# BRIEF:
Repeat every entry below exactly as given.

# RECORDS FOR THE EXERCISE:
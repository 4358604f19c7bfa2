import { describe, expect, it } from "vitest";
import fc from "fast-check";
import { QuietframeError } from "../../src/errors";
import { stationaryCovariance, uncertaintyMargin } from "../../src/engine/covariance";
import { outputSpectra } from "../../src/engine/spectra";
import { assemble } from "../../src/setup/assemble";
import { evaluateSetup, loadSetup } from "../../src/pipeline";
import type { ComponentDescription } from "../../src/setup/format";
import { cavityReadout, setup } from "../helpers/setups";

/** Property tests over random valid parameters (fast-check, fixed seeds so CI is deterministic). */

const cavitySetups = fc.record({
  mass: fc.double({ min: -14, max: -6, noNaN: true }), // log10 kg
  fm: fc.double({ min: 3, max: 7, noNaN: true }), // log10 Hz
  q: fc.double({ min: 1, max: 9, noNaN: true }),
  temperature: fc.double({ min: 0, max: 300, noNaN: true }),
  linewidth: fc.double({ min: 4, max: 8, noNaN: true }),
  detuning: fc.double({ min: -3, max: 0, noNaN: true }), // in linewidths, red side only: stable by construction is not assumed
  coupling: fc.double({ min: 0.05, max: 1, noNaN: true }),
  g0: fc.double({ min: 0, max: 3, noNaN: true }),
  photons: fc.double({ min: 0, max: 9, noNaN: true }),
  efficiency: fc.double({ min: 0, max: 1, noNaN: true }),
  // Whole millidegrees: the unit parser rightly refuses subnormal numbers like "5e-324 deg".
  angle: fc.integer({ min: 0, max: 180_000 }).map((m) => m / 1000),
  squeezeDb: fc.integer({ min: -15_000, max: 0 }).map((m) => m / 1000),
  squeezeAngle: fc.integer({ min: 0, max: 180_000 }).map((m) => m / 1000),
  damping: fc.constantFrom("viscous", "symmetric"),
});

type CavityParams = typeof cavitySetups extends fc.Arbitrary<infer T> ? T : never;

function describeCavity(p: CavityParams) {
  const lw = 10 ** p.linewidth;
  return cavityReadout({
    body: { mass: `${10 ** p.mass} kg`, frequency: `${10 ** p.fm} Hz`, Q: 10 ** p.q, temperature: `${p.temperature} K`, damping: p.damping },
    cavity: {
      linewidth: `${lw} Hz`,
      detuning: `${p.detuning * lw} Hz`,
      inputCoupling: p.coupling,
      g0: `${10 ** p.g0} Hz`,
      photons: 10 ** p.photons,
    },
    efficiency: p.efficiency,
    angle: `${p.angle} deg`,
    light: { name: "light", type: "squeezed", params: { squeezing: `${p.squeezeDb} dB`, angle: `${p.squeezeAngle} deg` } },
  });
}

describe("random valid cavity set-ups", () => {
  it("give finite, non-negative spectra whose terms sum to the total, or a clear instability error", () => {
    fc.assert(
      fc.property(cavitySetups, (p) => {
        const s = loadSetup(describeCavity(p));
        const fm = 10 ** p.fm;
        let e;
        try {
          e = evaluateSetup(s, { from: fm / 10, to: fm * 10, points: 40 });
        } catch (err) {
          // A growing mode or a blind readout is the only acceptable refusal, and it must say so.
          expect(err).toBeInstanceOf(QuietframeError);
          expect((err as Error).message).toMatch(/unstable|sees no signal/);
          return;
        }
        const b = e.budget;
        for (let i = 0; i < b.total.length; i++) {
          expect(Number.isNaN(b.total[i])).toBe(false);
          if (!Number.isFinite(b.total[i])) {
            // Only a (nearly) blind readout may leave the finite range, and it must be flagged.
            expect(e.warnings.join(" ")).toMatch(/blind to the signal/);
            continue;
          }
          expect(b.total[i]).toBeGreaterThan(0);
          let sum = 0;
          for (const t of b.terms) {
            expect(t.psd[i]).toBeGreaterThanOrEqual(-1e-12 * b.total[i]);
            sum += t.psd[i];
          }
          expect(Math.abs(sum - b.total[i])).toBeLessThanOrEqual(1e-9 * b.total[i]);
          for (const r of b.references) expect(Number.isFinite(r.psd[i]) && r.psd[i] >= 0).toBe(true);
        }
      }),
      { seed: 20261201, numRuns: 300 },
    );
  });

  it("with symmetric damping, have stationary covariances that satisfy the uncertainty relation V + iΣ/2 ≥ 0", () => {
    fc.assert(
      fc.property(cavitySetups, (p) => {
        p = { ...p, damping: "symmetric" };
        const a = assemble(loadSetup(describeCavity(p)));
        let v: Float64Array;
        try {
          v = stationaryCovariance(a.model);
        } catch {
          return; // unstable or undamped: no stationary state to check
        }
        // Scale the tolerance by the largest variance: a thermal mode can sit at 1e9 quanta.
        let largest = 0;
        for (let i = 0; i < a.model.nStates; i++) largest = Math.max(largest, v[i * a.model.nStates + i]);
        expect(uncertaintyMargin(a.model, v)).toBeGreaterThanOrEqual(-1e-9 * largest);
      }),
      { seed: 4242, numRuns: 300 },
    );
  });
});

describe("lossless beam-splitter networks", () => {
  it("map vacuum inputs to unit output spectra at every frequency (passive optics conserve the vacuum)", () => {
    const splitters = fc.array(fc.double({ min: 0, max: 1, noNaN: true }), { minLength: 1, maxLength: 6 });
    fc.assert(
      fc.property(splitters, fc.integer({ min: 0, max: 360_000 }), (ts, milliDegrees) => {
        const angle = milliDegrees / 1000;
        // A chain: vacuum v0 and v1 meet at bs0; out1 goes on to meet v2 at bs1, and so on.
        const components: ComponentDescription[] = [{ name: "v0", type: "vacuum" }];
        const connections: [string, string][] = [];
        let carried = "v0.out";
        ts.forEach((t, k) => {
          components.push({ name: `v${k + 1}`, type: "vacuum" }, { name: `bs${k}`, type: "beam-splitter", params: { transmission: t } });
          connections.push([carried, `bs${k}.in1`], [`v${k + 1}.out`, `bs${k}.in2`]);
          components.push({ name: `d${k}`, type: "homodyne", params: { angle: `${angle} deg` } });
          connections.push([`bs${k}.out2`, `d${k}.in`]);
          carried = `bs${k}.out1`;
        });
        components.push({ name: "detector", type: "homodyne", params: { angle: `${angle} deg` } });
        connections.push([carried, "detector.in"]);
        // A body that nothing touches gives the set-up its required signal target.
        components.push({ name: "body", type: "free-mass", params: { mass: "1 kg" } });
        const a = assemble(loadSetup(setup(components, connections)));
        const rows = a.model.outputs.map((_, i) => i);
        const s = outputSpectra(a.model, rows, Float64Array.of(1, 1e3, 1e6));
        const p = rows.length;
        for (let f = 0; f < 3; f++) {
          for (let i = 0; i < p; i++) {
            for (let j = 0; j < p; j++) {
              const re = s.re[(f * p + i) * p + j];
              const im = s.im[(f * p + i) * p + j];
              expect(Math.abs(re - (i === j ? 1 : 0))).toBeLessThan(1e-12);
              expect(Math.abs(im)).toBeLessThan(1e-12);
            }
          }
        }
      }),
      { seed: 99, numRuns: 200 },
    );
  });
});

# EXERCISE RESPONSE:
repository 4358604f19c7bfa2
import { describe, expect, it } from "vitest";
import fc from "fast-check";
import { QuietframeError } from "../../src/errors";
import { stationaryCovariance, uncertaintyMargin } from "../../src/engine/covariance";
import { outputSpectra } from "../../src/engine/spectra";
import { assemble } from "../../src/setup/assemble";
import { evaluateSetup, loadSetup } from "../../src/pipeline";
import type { ComponentDescription } from "../../src/setup/format";
import { cavityReadout, setup } from "../helpers/setups";

/** Property tests over random valid parameters (fast-check, fixed seeds so CI is deterministic). */

const cavitySetups = fc.record({
  mass: fc.double({ min: -14, max: -6, noNaN: true }), // log10 kg
  fm: fc.double({ min: 3, max: 7, noNaN: true }), // log10 Hz
  q: fc.double({ min: 1, max: 9, noNaN: true }),
  temperature: fc.double({ min: 0, max: 300, noNaN: true }),
  linewidth: fc.double({ min: 4, max: 8, noNaN: true }),
  detuning: fc.double({ min: -3, max: 0, noNaN: true }), // in linewidths, red side only: stable by construction is not assumed
  coupling: fc.double({ min: 0.05, max: 1, noNaN: true }),
  g0: fc.double({ min: 0, max: 3, noNaN: true }),
  photons: fc.double({ min: 0, max: 9, noNaN: true }),
  efficiency: fc.double({ min: 0, max: 1, noNaN: true }),
  // Whole millidegrees: the unit parser rightly refuses subnormal numbers like "5e-324 deg".
  angle: fc.integer({ min: 0, max: 180_000 }).map((m) => m / 1000),
  squeezeDb: fc.integer({ min: -15_000, max: 0 }).map((m) => m / 1000),
  squeezeAngle: fc.integer({ min: 0, max: 180_000 }).map((m) => m / 1000),
  damping: fc.constantFrom("viscous", "symmetric"),
});

type CavityParams = typeof cavitySetups extends fc.Arbitrary<infer T> ? T : never;

function describeCavity(p: CavityParams) {
  const lw = 10 ** p.linewidth;
  return cavityReadout({
    body: { mass: `${10 ** p.mass} kg`, frequency: `${10 ** p.fm} Hz`, Q: 10 ** p.q, temperature: `${p.temperature} K`, damping: p.damping },
    cavity: {
      linewidth: `${lw} Hz`,
      detuning: `${p.detuning * lw} Hz`,
      inputCoupling: p.coupling,
      g0: `${10 ** p.g0} Hz`,
      photons: 10 ** p.photons,
    },
    efficiency: p.efficiency,
    angle: `${p.angle} deg`,
    light: { name: "light", type: "squeezed", params: { squeezing: `${p.squeezeDb} dB`, angle: `${p.squeezeAngle} deg` } },
  });
}

describe("random valid cavity set-ups", () => {
  it("give finite, non-negative spectra whose terms sum to the total, or a clear instability error", () => {
    fc.assert(
      fc.property(cavitySetups, (p) => {
        const s = loadSetup(describeCavity(p));
        const fm = 10 ** p.fm;
        let e;
        try {
          e = evaluateSetup(s, { from: fm / 10, to: fm * 10, points: 40 });
        } catch (err) {
          // A growing mode or a blind readout is the only acceptable refusal, and it must say so.
          expect(err).toBeInstanceOf(QuietframeError);
          expect((err as Error).message).toMatch(/unstable|sees no signal/);
          return;
        }
        const b = e.budget;
        for (let i = 0; i < b.total.length; i++) {
          expect(Number.isNaN(b.total[i])).toBe(false);
          if (!Number.isFinite(b.total[i])) {
            // Only a (nearly) blind readout may leave the finite range, and it must be flagged.
            expect(e.warnings.join(" ")).toMatch(/blind to the signal/);
            continue;
          }
          expect(b.total[i]).toBeGreaterThan(0);
          let sum = 0;
          for (const t of b.terms) {
            expect(t.psd[i]).toBeGreaterThanOrEqual(-1e-12 * b.total[i]);
            sum += t.psd[i];
          }
          expect(Math.abs(sum - b.total[i])).toBeLessThanOrEqual(1e-9 * b.total[i]);
          for (const r of b.references) expect(Number.isFinite(r.psd[i]) && r.psd[i] >= 0).toBe(true);
        }
      }),
      { seed: 20261201, numRuns: 300 },
    );
  });

  it("with symmetric damping, have stationary covariances that satisfy the uncertainty relation V + iΣ/2 ≥ 0", () => {
    fc.assert(
      fc.property(cavitySetups, (p) => {
        p = { ...p, damping: "symmetric" };
        const a = assemble(loadSetup(describeCavity(p)));
        let v: Float64Array;
        try {
          v = stationaryCovariance(a.model);
        } catch {
          return; // unstable or undamped: no stationary state to check
        }
        // Scale the tolerance by the largest variance: a thermal mode can sit at 1e9 quanta.
        let largest = 0;
        for (let i = 0; i < a.model.nStates; i++) largest = Math.max(largest, v[i * a.model.nStates + i]);
        expect(uncertaintyMargin(a.model, v)).toBeGreaterThanOrEqual(-1e-9 * largest);
      }),
      { seed: 4242, numRuns: 300 },
    );
  });
});

describe("lossless beam-splitter networks", () => {
  it("map vacuum inputs to unit output spectra at every frequency (passive optics conserve the vacuum)", () => {
    const splitters = fc.array(fc.double({ min: 0, max: 1, noNaN: true }), { minLength: 1, maxLength: 6 });
    fc.assert(
      fc.property(splitters, fc.integer({ min: 0, max: 360_000 }), (ts, milliDegrees) => {
        const angle = milliDegrees / 1000;
        // A chain: vacuum v0 and v1 meet at bs0; out1 goes on to meet v2 at bs1, and so on.
        const components: ComponentDescription[] = [{ name: "v0", type: "vacuum" }];
        const connections: [string, string][] = [];
        let carried = "v0.out";
        ts.forEach((t, k) => {
          components.push({ name: `v${k + 1}`, type: "vacuum" }, { name: `bs${k}`, type: "beam-splitter", params: { transmission: t } });
          connections.push([carried, `bs${k}.in1`], [`v${k + 1}.out`, `bs${k}.in2`]);
          components.push({ name: `d${k}`, type: "homodyne", params: { angle: `${angle} deg` } });
          connections.push([`bs${k}.out2`, `d${k}.in`]);
          carried = `bs${k}.out1`;
        });
        components.push({ name: "detector", type: "homodyne", params: { angle: `${angle} deg` } });
        connections.push([carried, "detector.in"]);
        // A body that nothing touches gives the set-up its required signal target.
        components.push({ name: "body", type: "free-mass", params: { mass: "1 kg" } });
        const a = assemble(loadSetup(setup(components, connections)));
        const rows = a.model.outputs.map((_, i) => i);
        const s = outputSpectra(a.model, rows, Float64Array.of(1, 1e3, 1e6));
        const p = rows.length;
        for (let f = 0; f < 3; f++) {
          for (let i = 0; i < p; i++) {
            for (let j = 0; j < p; j++) {
              const re = s.re[(f * p + i) * p + j];
              const im = s.im[(f * p + i) * p + j];
              expect(Math.abs(re - (i === j ? 1 : 0))).toBeLessThan(1e-12);
              expect(Math.abs(im)).toBeLessThan(1e-12);
            }
          }
        }
      }),
      { seed: 99, numRuns: 200 },
    );
  });
});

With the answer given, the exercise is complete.